*** Material supplied ***

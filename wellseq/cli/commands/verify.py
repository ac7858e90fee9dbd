"""Read published folders back, every byte, and judge them.

The reader shares no code with the writer.  It says that a folder is as it was written and within
the limits it carries; it cannot say that nobody forged it.  What it examined is said on standard
error.
"""

from __future__ import annotations

import argparse
import sys

from wellseq.cli import status
from wellseq.cli.common import add_format, print_report, status_of

EXAMPLE = "wellseq verify evening-tables"


def add_arguments(parser: argparse.ArgumentParser) -> None:
    """FOLDER…, --format, --margins."""
    parser.add_argument("folder", nargs="+", metavar="FOLDER", help="a folder made by build")
    add_format(parser)


def run(arguments: argparse.Namespace) -> int:
    """Verify every folder; returns the exit status."""
    from wellseq.emit.examined import Examined
    from wellseq.pipeline import examine
    from wellseq.reread.folder import CHECKS

    readings = [examine(folder) for folder in arguments.folder]
    things = [
        Examined(folder, reading.findings, CHECKS)
        for folder, reading in zip(arguments.folder, readings, strict=True)
    ]
    print_report(things, arguments)
    sys.stdout.flush()
    for folder, reading in zip(arguments.folder, readings, strict=True):
        if reading.meaning is not None:
            sys.stderr.write(f"{folder}: {reading.examined}\n")
    return status.worst(status_of(thing) for thing in things)
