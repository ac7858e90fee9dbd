"""Say what changed physically from one sequence to another.

OLD and NEW are sequences, published folders, folders of sequences, or REVISION:PATH in git.  What
only moved is not shown.  The exit status is 1 when something got worse beyond the tolerance.
"""

from __future__ import annotations

import argparse
import sys

from wellseq.cli import status
from wellseq.cli.common import add_lets, complain, lets_of
from wellseq.cli.members import names_in

EXAMPLE = "wellseq compare HEAD:evening.well evening.well --format markdown"


def add_arguments(parser: argparse.ArgumentParser) -> None:
    """OLD NEW, --tolerance, --format, --let."""
    parser.add_argument("old", metavar="OLD", help="a sequence, a folder, or REVISION:PATH")
    parser.add_argument("new", metavar="NEW", help="the same, as it is now")
    parser.add_argument(
        "--tolerance",
        type=_share,
        default=0.01,
        metavar="SHARE",
        help="how much worse a figure may be than before, for example 5%% (1%%)",
    )
    parser.add_argument(
        "--format",
        choices=names_in("review", "forms"),
        default="text",
        help="how the comparison is written (text)",
    )
    add_lets(parser)


def run(arguments: argparse.Namespace) -> int:
    """Compare two sides; returns the exit status."""
    from wellseq.review.comparing import compare
    from wellseq.review.sides import NoSide, side
    from wellseq.review.telling import report

    try:
        old, new = (side(one, lets_of(arguments)) for one in (arguments.old, arguments.new))
    except NoSide as why:
        complain(str(why))
        return status.NO_INPUT
    if old.single != new.single:
        complain(f"{old.shown} and {new.shown} cannot be compared: one is a sequence, one several")
        return status.USAGE
    names = sorted({*old.pictures, *new.pictures})
    comparisons = [
        compare(name, old.pictures.get(name), new.pictures.get(name), arguments.tolerance)
        for name in names
    ]
    sys.stdout.write(report(arguments.format, comparisons, (old.shown, new.shown)))
    unreadable = any(
        finding.name in ("unreadable-file", "folder-unreadable")
        for one in comparisons
        for picture in (one.old, one.new)
        if picture is not None
        for finding in picture.thing.findings
    )
    if unreadable:
        return status.NO_INPUT
    return status.FINDINGS if any(one.worse for one in comparisons) else status.CLEAR


def _share(text: str) -> float:
    number = text.strip().removesuffix("%")
    try:
        share = float(number) / (100 if number != text.strip() else 1)
    except ValueError:
        share = -1.0
    if not 0 <= share < 1e6:
        raise argparse.ArgumentTypeError(f"'{text}' is no share such as 5%")
    return share
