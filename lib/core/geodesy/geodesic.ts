import geographiclib from "geographiclib-geodesic";
import { requireWithin } from "../failures/require.ts";
import type { Position } from "../units/position.ts";
import { wrapBearingDegrees } from "./bearing.ts";

/** The shortest way over the ellipsoid. Both bearings are headings (toward), clockwise from true north, in [0, 360). */
export interface Geodesic {
  readonly distanceMetres: number;
  readonly departsTowardDegrees: number;
  readonly arrivesTowardDegrees: number;
}

const { WGS84 } = geographiclib.Geodesic;

/**
 * Distance and headings of the shortest way between two points on the WGS84 ellipsoid, to 15 nanometres.
 * [source: karney-2013] Between antipodes and between the poles several ways are equally short, and one is given;
 * between coincident points the headings mean nothing.
 *
 * @throws RangeError at `from.latitudeDegrees` or `to.latitudeDegrees` beyond 90 degrees.
 */
export function geodesicInverse({ from, to }: { from: Position; to: Position }): Geodesic {
  requireLatitude(from, "from.latitudeDegrees");
  requireLatitude(to, "to.latitudeDegrees");
  const { latitudeDegrees, longitudeDegrees } = from;
  const way = WGS84.Inverse(latitudeDegrees, longitudeDegrees, to.latitudeDegrees, to.longitudeDegrees);
  return {
    distanceMetres: way.s12 ?? NaN,
    departsTowardDegrees: wrapBearingDegrees(way.azi1 ?? NaN),
    arrivesTowardDegrees: wrapBearingDegrees(way.azi2 ?? NaN),
  };
}

/**
 * Where one arrives by keeping to the geodesic that leaves `from` on a heading, and the heading there; right also
 * beyond half the girth, where the geodesic is no longer the shortest way. [source: karney-2013]
 *
 * @throws RangeError at `from.latitudeDegrees` beyond 90 degrees.
 */
export function geodesicDirect(leg: { from: Position; headsTowardDegrees: number; distanceMetres: number }): {
  position: Position;
  arrivesTowardDegrees: number;
} {
  const { from, headsTowardDegrees, distanceMetres } = leg;
  requireLatitude(from, "from.latitudeDegrees");
  const end = WGS84.Direct(from.latitudeDegrees, from.longitudeDegrees, headsTowardDegrees, distanceMetres);
  return {
    position: { latitudeDegrees: end.lat2 ?? NaN, longitudeDegrees: end.lon2 ?? NaN },
    arrivesTowardDegrees: wrapBearingDegrees(end.azi2 ?? NaN),
  };
}

function requireLatitude(position: Position, path: string): void {
  requireWithin(position.latitudeDegrees, -90, 90, path, "Latitude", "degrees");
}
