-- Localizations: the computed answers of an event that somebody chose to keep, numbered from 1 as they were saved.
-- Each holds a copy of all that made it, so that it can be made again whatever becomes of its event; none is changed.

CREATE TABLE localizations (
  id INTEGER NOT NULL PRIMARY KEY AUTOINCREMENT,
  event_id TEXT NOT NULL,
  number INTEGER NOT NULL CHECK (number >= 1),
  saved_epoch_seconds REAL NOT NULL,
  actor TEXT NOT NULL CHECK (length(actor) > 0),
  reason TEXT NOT NULL,
  program TEXT NOT NULL CHECK (length(program) > 0),
  node_version TEXT NOT NULL CHECK (length(node_version) > 0),
  input_digest TEXT NOT NULL CHECK (length(input_digest) = 64),
  settings_json TEXT NOT NULL CHECK (json_type(settings_json) = 'object'),
  input_json TEXT NOT NULL CHECK (json_type(input_json) = 'object'),
  left_out_json TEXT NOT NULL CHECK (json_type(left_out_json) = 'array'),
  answer_json TEXT NOT NULL CHECK (json_type(answer_json) = 'object'),
  outcome TEXT NOT NULL CHECK (outcome IN ('located', 'several', 'ring-only', 'too-few', 'no-agreement')),
  latitude_degrees REAL CHECK (latitude_degrees BETWEEN -90 AND 90),
  longitude_degrees REAL CHECK (longitude_degrees BETWEEN -180 AND 180),
  origin_epoch_seconds REAL,
  CHECK ((latitude_degrees IS NULL) = (longitude_degrees IS NULL)),
  CHECK ((latitude_degrees IS NULL) = (origin_epoch_seconds IS NULL)),
  UNIQUE (event_id, number),
  FOREIGN KEY (event_id) REFERENCES events (id) ON DELETE RESTRICT ON UPDATE RESTRICT
) STRICT;

CREATE TRIGGER localizations_are_not_changed BEFORE UPDATE ON localizations
BEGIN
  SELECT RAISE(ABORT, 'A localization is kept as it was saved.');
END;

CREATE TRIGGER localizations_are_not_removed BEFORE DELETE ON localizations
BEGIN
  SELECT RAISE(ABORT, 'A localization is kept as it was saved.');
END;
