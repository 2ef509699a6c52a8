export const SECONDS_PER_HOUR = 3600;
export const SECONDS_PER_DAY = 86_400;
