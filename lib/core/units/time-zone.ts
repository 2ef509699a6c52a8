/** Whether this machine's calendar knows a time zone by this IANA name, in capital or small letters. */
export function isTimeZone(zone: string): boolean {
  try {
    return new Intl.DateTimeFormat("en", { timeZone: zone }).resolvedOptions().timeZone !== "";
  } catch {
    return false;
  }
}
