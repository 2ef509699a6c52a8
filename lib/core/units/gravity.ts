/** Standard acceleration of free fall (m/s2), 3rd CGPM 1901. The one place that defines it; settings may replace it. */
export const STANDARD_GRAVITY = 9.80665;
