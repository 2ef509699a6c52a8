import type { Position } from "../units/position.ts";
import { MEAN_RADIUS_METRES } from "./earth.ts";
import { maskColumn, maskRow, oceanAt, type LandMask } from "./land-mask.ts";
import type { SightTable } from "./sight-table.ts";
import { headingVector, sphericalFrame, type SphericalFrame, type Vector } from "./spherical-frame.ts";

const STEP_DEGREES = 0.5;
const STEP_METRES = 15_000;
const STEPS = Math.floor((Math.PI * MEAN_RADIUS_METRES) / STEP_METRES);

/**
 * How far a station sees over water, by marching along great circles of the mean sphere in steps of 15 km, on bearings
 * half a degree apart. A run of land shorter than `islandMetres` is passed, since swell closes behind it; land within
 * `stationToleranceMetres` is the station's own coast and is ignored. Distances of land are right to a step and, with
 * the sphere for the ellipsoid, 0.6 %. [source: snodgrass-1966]
 */
export function buildSightTable(view: {
  station: Position;
  land: LandMask;
  stationToleranceMetres?: number;
  islandMetres?: number;
}): SightTable {
  const { station, land, stationToleranceMetres = 100_000, islandMetres = 60_000 } = view;
  const frame = sphericalFrame(station);
  const stepsOut = {
    land,
    firstStep: Math.floor(stationToleranceMetres / STEP_METRES) + 1,
    blockingSteps: Math.max(1, Math.ceil(islandMetres / STEP_METRES)),
    arcs: arcsOfSteps(),
  };
  const firstBlockMetres = Float64Array.from({ length: 360 / STEP_DEGREES }, (_, index) =>
    firstBlock(frame, headingVector(frame, index * STEP_DEGREES), stepsOut),
  );
  return { stepDegrees: STEP_DEGREES, firstBlockMetres };
}

interface March {
  readonly land: LandMask;
  readonly firstStep: number;
  readonly blockingSteps: number;
  readonly arcs: readonly { readonly sin: number; readonly cos: number }[];
}

function firstBlock({ up }: SphericalFrame, heading: Vector, march: March): number {
  const { land, firstStep, blockingSteps, arcs } = march;
  let landSteps = 0;
  for (let step = firstStep; step < arcs.length; step += 1) {
    const { sin, cos } = arcs[step] ?? { sin: NaN, cos: NaN };
    const latitude = Math.asin(up.z * cos + heading.z * sin);
    const longitude = Math.atan2(up.y * cos + heading.y * sin, up.x * cos + heading.x * sin);
    const wet = oceanAt(land, maskRow((latitude * 180) / Math.PI), maskColumn((longitude * 180) / Math.PI));
    landSteps = wet ? 0 : landSteps + 1;
    if (landSteps === blockingSteps) return (step - blockingSteps + 1) * STEP_METRES;
  }
  return Infinity;
}

function arcsOfSteps(): { sin: number; cos: number }[] {
  return Array.from({ length: STEPS + 1 }, (_, step) => {
    const arc = (step * STEP_METRES) / MEAN_RADIUS_METRES;
    return { sin: Math.sin(arc), cos: Math.cos(arc) };
  });
}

*** End of Material supplied ***

### Problem statement
Go line by line through the records above and copy each one containing "folders".

### Solution
"""Read published folders back, every byte, and judge them.
OLD and NEW are sequences, published folders, folders of sequences, or REVISION:PATH in git.  What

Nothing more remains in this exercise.